■ **DESCRIPTION OF THE TASK**:
Each line with the string "type" is to be copied from the records below.

═══ DATA FOR THIS TASK ═══

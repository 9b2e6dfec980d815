//! Compares the mixture room with a folder of reference files and prints the deviations.
//!
//! `cargo run --release --example mixture_reference -- FOLDER`; the folder holds
//! `model_reference_*.csv`, `published_examples.csv`, `gamma_infinity.csv`,
//! `azeotropes.csv` and the two `reference_predictions_*.csv`.

#![expect(
    clippy::print_stdout,
    reason = "a study program reports to standard output"
)]

use std::collections::HashMap;
use std::path::{Path, PathBuf};

use groupsmith::groups::GroupCounts;
use groupsmith::mixture::{
    ActivityModel, Component, Excess, MixtureError, Slips, Unifac, UnifacMixture,
};

type Fault = Box<dyn std::error::Error>;
type Row = HashMap<String, String>;

fn main() -> Result<(), Fault> {
    let folder = std::env::args_os()
        .nth(1)
        .map(PathBuf::from)
        .ok_or("give the folder of the reference files")?;
    let circulated =
        |model| Unifac::built_in(model, Slips::AsCirculated).ok_or("model without groups");
    let original = circulated(ActivityModel::Unifac)??;
    let dortmund = circulated(ActivityModel::UnifacDortmund)??;
    let dortmund_2006 = circulated(ActivityModel::UnifacDortmund2006)??;
    let by_name = |name: &str| match name {
        "unifac_original" => Some(&original),
        "dortmund_2016" => Some(&dortmund),
        "dortmund_2006" => Some(&dortmund_2006),
        _ => None,
    };

    println!("model values, table as circulated (largest absolute deviation)");
    for name in ["unifac_original", "dortmund_2016", "dortmund_2006"] {
        let unifac = by_name(name).ok_or("unknown model")?;
        let rows = read(&folder, &format!("model_reference_{name}.csv"))?;
        let mut worst = Worst::default();
        for row in &rows {
            worst.add(unifac, row)?;
        }
        println!("{name:>18}: {} rows  {worst}", rows.len());
    }

    let rows = read(&folder, "model_reference_missing_pairs.csv")?;
    let mut refused = 0;
    let mut other = 0;
    for row in &rows {
        let Some(unifac) = by_name(&row["model"]) else {
            other += 1;
            continue;
        };
        match mixture(unifac, row) {
            Err(MixtureError::MissingPair {
                first_number,
                second_number,
                ..
            }) if row["missing_main_group_pairs"]
                .split_whitespace()
                .any(|pair| pair == format!("{first_number}-{second_number}")) =>
            {
                refused += 1;
            }
            other => return Err(format!("{}: {other:?}", row["id"]).into()),
        }
    }
    println!(
        "missing pairs: {} rows, {refused} refused with a listed pair, {other} of models not built in",
        rows.len()
    );

    println!("published examples (deviation, tolerance)");
    for row in &read(&folder, "published_examples.csv")? {
        let unifac = by_name(&row["model"]).ok_or("unknown model")?;
        let deviation = published_deviation(unifac, row)?;
        let tolerance: f64 = row["tolerance"].parse()?;
        let verdict = if deviation <= tolerance {
            "within"
        } else {
            "OUTSIDE"
        };
        println!(
            "  {:<24} {:<22} {deviation:.3e} {tolerance:.1e} {verdict}",
            row["example"], row["quantity"]
        );
    }
    Ok(())
}

/// Largest deviations of one model.
#[derive(Default)]
struct Worst {
    ln_gamma: f64,
    combinatorial: f64,
    residual: f64,
    gibbs: f64,
    enthalpy: f64,
}

impl Worst {
    fn add(&mut self, unifac: &Unifac, row: &Row) -> Result<(), Fault> {
        let mixture = mixture(unifac, row)?;
        let n = mixture.components();
        let x = numbers(row, "x", n)?;
        let mut state = mixture.state(row["T_K"].parse()?)?;
        let mut ln_gamma = vec![0.0; n];
        let (mut combinatorial, mut residual) = (ln_gamma.clone(), ln_gamma.clone());
        state.ln_gamma(&x, &mut ln_gamma)?;
        state.ln_gamma_parts(&x, &mut combinatorial, &mut residual)?;
        let excess = Excess::of(&mut state, &x)?;
        for (worst, ours, name) in [
            (&mut self.ln_gamma, &ln_gamma, "lngamma"),
            (&mut self.combinatorial, &combinatorial, "lngamma_comb"),
            (&mut self.residual, &residual, "lngamma_res"),
        ] {
            for (a, b) in ours.iter().zip(numbers(row, name, n)?) {
                *worst = worst.max((a - b).abs());
            }
        }
        let gibbs: f64 = row["GE_J_per_mol"].parse()?;
        let enthalpy: f64 = row["HE_J_per_mol"].parse()?;
        self.gibbs = self.gibbs.max((excess.gibbs_j_per_mol - gibbs).abs());
        self.enthalpy = self
            .enthalpy
            .max((excess.enthalpy_j_per_mol - enthalpy).abs());
        Ok(())
    }
}

impl std::fmt::Display for Worst {
    fn fmt(&self, f: &mut std::fmt::Formatter<'_>) -> std::fmt::Result {
        write!(
            f,
            "ln gamma {:.1e} (combinatorial {:.1e}, residual {:.1e}), GE {:.1e} J/mol, HE {:.1e} J/mol",
            self.ln_gamma, self.combinatorial, self.residual, self.gibbs, self.enthalpy
        )
    }
}

fn read(folder: &Path, name: &str) -> Result<Vec<Row>, Fault> {
    let path = folder.join(name);
    let mut reader =
        csv::Reader::from_path(&path).map_err(|fault| format!("{}: {fault}", path.display()))?;
    Ok(reader.deserialize().collect::<Result<_, _>>()?)
}

fn numbers(row: &Row, name: &str, n: usize) -> Result<Vec<f64>, Fault> {
    (1..=n)
        .map(|i| Ok(row[&format!("{name}_{i}")].parse()?))
        .collect()
}

fn component(unifac: &Unifac, groups: &str) -> Result<Component, MixtureError> {
    let counts = GroupCounts::from_text(groups).unwrap_or_default();
    unifac.component(&counts)
}

fn mixture(unifac: &Unifac, row: &Row) -> Result<UnifacMixture, MixtureError> {
    let n: usize = row["n"].parse().unwrap_or(0);
    let components: Vec<_> = (1..=n)
        .map(|i| component(unifac, &row[&format!("groups_{i}")]))
        .collect::<Result<_, _>>()?;
    unifac.mixture(&components)
}

fn published_deviation(unifac: &Unifac, row: &Row) -> Result<f64, Fault> {
    let mixture = mixture(unifac, row)?;
    let n = mixture.components();
    let x = numbers(row, "x", n)?;
    let mut state = mixture.state(row["T_K"].parse()?)?;
    if row["quantity"] == "HE J/mol" {
        let printed: f64 = row["printed_1"].parse()?;
        return Ok((Excess::of(&mut state, &x)?.enthalpy_j_per_mol - printed).abs());
    }
    let (mut combinatorial, mut residual) = (vec![0.0; n], vec![0.0; n]);
    state.ln_gamma_parts(&x, &mut combinatorial, &mut residual)?;
    let ours: Vec<f64> = match row["quantity"].as_str() {
        "gamma" => combinatorial
            .iter()
            .zip(&residual)
            .map(|(c, r)| (c + r).exp())
            .collect(),
        "ln gamma combinatorial" => combinatorial,
        "ln gamma residual" => residual,
        other => return Err(format!("unknown quantity {other}").into()),
    };
    Ok(ours
        .iter()
        .zip(numbers(row, "printed", n)?)
        .map(|(a, b)| (a - b).abs())
        .fold(0.0, f64::max))
}
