impl Support {
    /// Collects the coordinates of molecules; `molecules` are in the order of their numbers.
    pub fn new(table: &EnvironmentTable, molecules: &[Described]) -> Self {
        Self::in_order(table, molecules, (0..molecules.len() as u32).collect())
    }

    /// The same with what the molecules contribute to each quantity; `models` are in
    /// the order of [`Quantity::ALL`].
    pub(super) fn of_models(
        table: &EnvironmentTable,
        molecules: &[Described],
        models: [&Model; Quantity::COUNT],
    ) -> Self {
        let mut support = Self::in_order(table, molecules, together(molecules.len(), models));
        let mut places = vec![0; molecules.len()];
        for (place, &number) in support.numbers.iter().enumerate() {
            places[number as usize] = place;
        }
        support.parts = models.map(|model| {
            let mut parts: Vec<(usize, f32)> = model
                .support
                .iter()
                .map(|other| (places[other.molecule as usize], other.part))
                .collect();
            parts.sort_unstable_by_key(|part| part.0);
            let mut blocks: Vec<PartBlock> = Vec::new();
            for (place, part) in parts {
                let block = (place / BLOCK) as u32;
                if blocks.last().is_none_or(|last| last.block != block) {
                    blocks.push(PartBlock {
                        block,
                        parts: [0.0; BLOCK],
                    });
                }
                let last = blocks.last_mut().expect("one was pushed");
                // 0 says that the molecule is not in the fit
                last.parts[place % BLOCK] = if part == 0.0 { f32::MIN_POSITIVE } else { part };
            }
            blocks
        });
        support
    }

    fn in_order(table: &EnvironmentTable, molecules: &[Described], numbers: Vec<u32>) -> Self {
        let mut occurrences = vec![0_usize; table.entries().len()];
        for molecule in molecules {
            for &(position, _) in molecule.found() {
                let counts = table.entries()[position as usize].distance_weight > 0.0;
                occurrences[position as usize] += usize::from(counts);
            }
        }
        let dense_from = (DENSE_SHARE * molecules.len() as f64) as usize;
        let (mut dense, mut sparse) = (0, 0);
        let coordinates: Vec<Coordinate> = occurrences
            .into_iter()
            .map(|molecules| {
                let next = if molecules > dense_from {
                    &mut dense
                } else {
                    &mut sparse
                };
                let at = *next;
                *next += 1;
                match molecules > dense_from {
                    true => Coordinate::Dense(at),
                    false => Coordinate::Sparse(at),
                }
            })
            .collect();
        let tiles = numbers
            .chunks(TILE)
            .map(|of_tile| {
                let mut tile = Tile {
                    squares: [f32::INFINITY; TILE],
                    dense: vec![[0.0; BLOCK]; BLOCKS_IN_TILE * dense as usize],
                    starts: vec![0; sparse as usize + 1],
                    entries: Vec::new(),
                };
                let mut lists: Vec<(u32, u16, f32)> = Vec::new();
                for (place, &number) in of_tile.iter().enumerate() {
                    let mut square = 0.0;
                    let molecule = &molecules[number as usize];
                    molecule.each_coordinate(table, |position, coordinate| {
                        square += coordinate * coordinate;
                        match coordinates[position as usize] {
                            Coordinate::Dense(at) => {
                                let row = place / BLOCK * dense as usize + at as usize;
                                tile.dense[row][place % BLOCK] = coordinate;
                            }
                            Coordinate::Sparse(at) => {
                                lists.push((at, place as u16, coordinate));
                                tile.starts[at as usize + 1] += 1;
                            }
                        }
                    });
                    tile.squares[place] = square;
                }
                for at in 1..tile.starts.len() {
                    tile.starts[at] += tile.starts[at - 1];
                }
                tile.entries = vec![(0, 0.0); lists.len()];
                let mut next = tile.starts.clone();
                for (at, place, coordinate) in lists {
                    tile.entries[next[at as usize] as usize] = (place, coordinate);
                    next[at as usize] += 1;
                }
                tile
            })
            .collect();
        Self {
            numbers,
            coordinates,
            tiles,
            parts: Default::default(),
        }
    }

    /// Squared distance of a molecule to every one of the fit, by number.
    pub fn squared_distances_into(
        &self,
        table: &EnvironmentTable,
        described: &Described,
        squared: &mut Vec<f32>,
    ) {
        squared.clear();
        squared.resize(self.numbers.len(), 0.0);
        let mut likeness = Likeness::default();
        self.begin(table, described, &mut likeness);
        for (tile, numbers) in self.tiles.iter().zip(self.numbers.chunks(TILE)) {
            tile.squared_distances(&likeness, |block, distances| {
                let numbers = numbers.iter().skip(block * BLOCK);
                for (&number, &distance) in numbers.zip(distances) {
                    squared[number as usize] = distance;
                }
            });
        }
    }

    /// The correction of a quantity's sum, and the similarity to the most similar
    /// molecule of its fit.
    ///
    /// The molecules are summed up in [`LANES`] sums by the rest of their place, blocks in
    /// double precision since large parts cancel: the result does not depend on what else
    /// was asked before.
    pub(super) fn correction(
        &self,
        table: &EnvironmentTable,
        described: &Described,
        quantity: Quantity,
        likeness: &mut Likeness,
    ) -> (f64, f64) {
        if !likeness.is_begun {
            self.begin(table, described, likeness);
        }
        let parts = &self.parts[quantity as usize];
        let near = likeness.near.len();
        for of_block in parts {
            let tile = of_block.block as usize / BLOCKS_IN_TILE;
            if !likeness.done[tile] {
                self.work_out(tile, likeness);
            }
        }
        if likeness.near.len() > near {
            likeness.near.sort_unstable_by_key(|one| one.0);
        }
        let (sums, most) = add_parts(parts, &likeness.similarities);
        let sum = sums.iter().sum();
        let most = most.iter().fold(0.0, |most: f32, &one| most.max(one));
        (sum, f64::from(most))
    }

    /// Molecules near enough to count as relatives, by number, with squared
    /// distances; complete for quantities whose correction was asked for.
    pub(super) fn near<'a>(
        &'a self,
        likeness: &'a Likeness,
    ) -> impl Iterator<Item = (u32, f32)> + 'a {
        let near = likeness.near.iter();
        near.map(|&(place, squared)| (self.numbers[place as usize], squared))
    }

    /// Notes the coordinates of a molecule.
    fn begin(&self, table: &EnvironmentTable, described: &Described, likeness: &mut Likeness) {
        likeness.is_begun = true;
        likeness
            .similarities
            .resize(self.tiles.len() * BLOCKS_IN_TILE, [0.0; BLOCK]);
        likeness.done.clear();
        likeness.done.resize(self.tiles.len(), false);
        likeness.near.clear();
        likeness.dense.clear();
        likeness.sparse.clear();
        likeness.square = 0.0;
        described.each_coordinate(table, |position, coordinate| {
            likeness.square += coordinate * coordinate;
            let twice = -2.0 * coordinate;
            match self.coordinates[position as usize] {
                Coordinate::Dense(at) => likeness.dense.push((at, twice)),
                Coordinate::Sparse(at) => likeness.sparse.push((at, twice)),
            }
        });
    }

    fn work_out(&self, at: usize, likeness: &mut Likeness) {
        let first = at * BLOCKS_IN_TILE;
        let mut similarities = std::mem::take(&mut likeness.similarities);
        let mut near = std::mem::take(&mut likeness.near);
        self.tiles[at].squared_distances(likeness, |block, squared| {
            if least(squared) < NEAR {
                let place = ((first + block) * BLOCK) as u32;
                let these = (place..).zip(squared.iter().copied());
                near.extend(these.filter(|&(_, squared)| squared < NEAR));
            }
            put_similarities(squared, &mut similarities[first + block]);
        });
        likeness.similarities = similarities;
        likeness.near = near;
        likeness.done[at] = true;
    }
}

═══

■ **RESPONSE FOR THIS EXERCISE**:
type Fault = Box<dyn std::error::Error>;
type Row = HashMap<String, String>;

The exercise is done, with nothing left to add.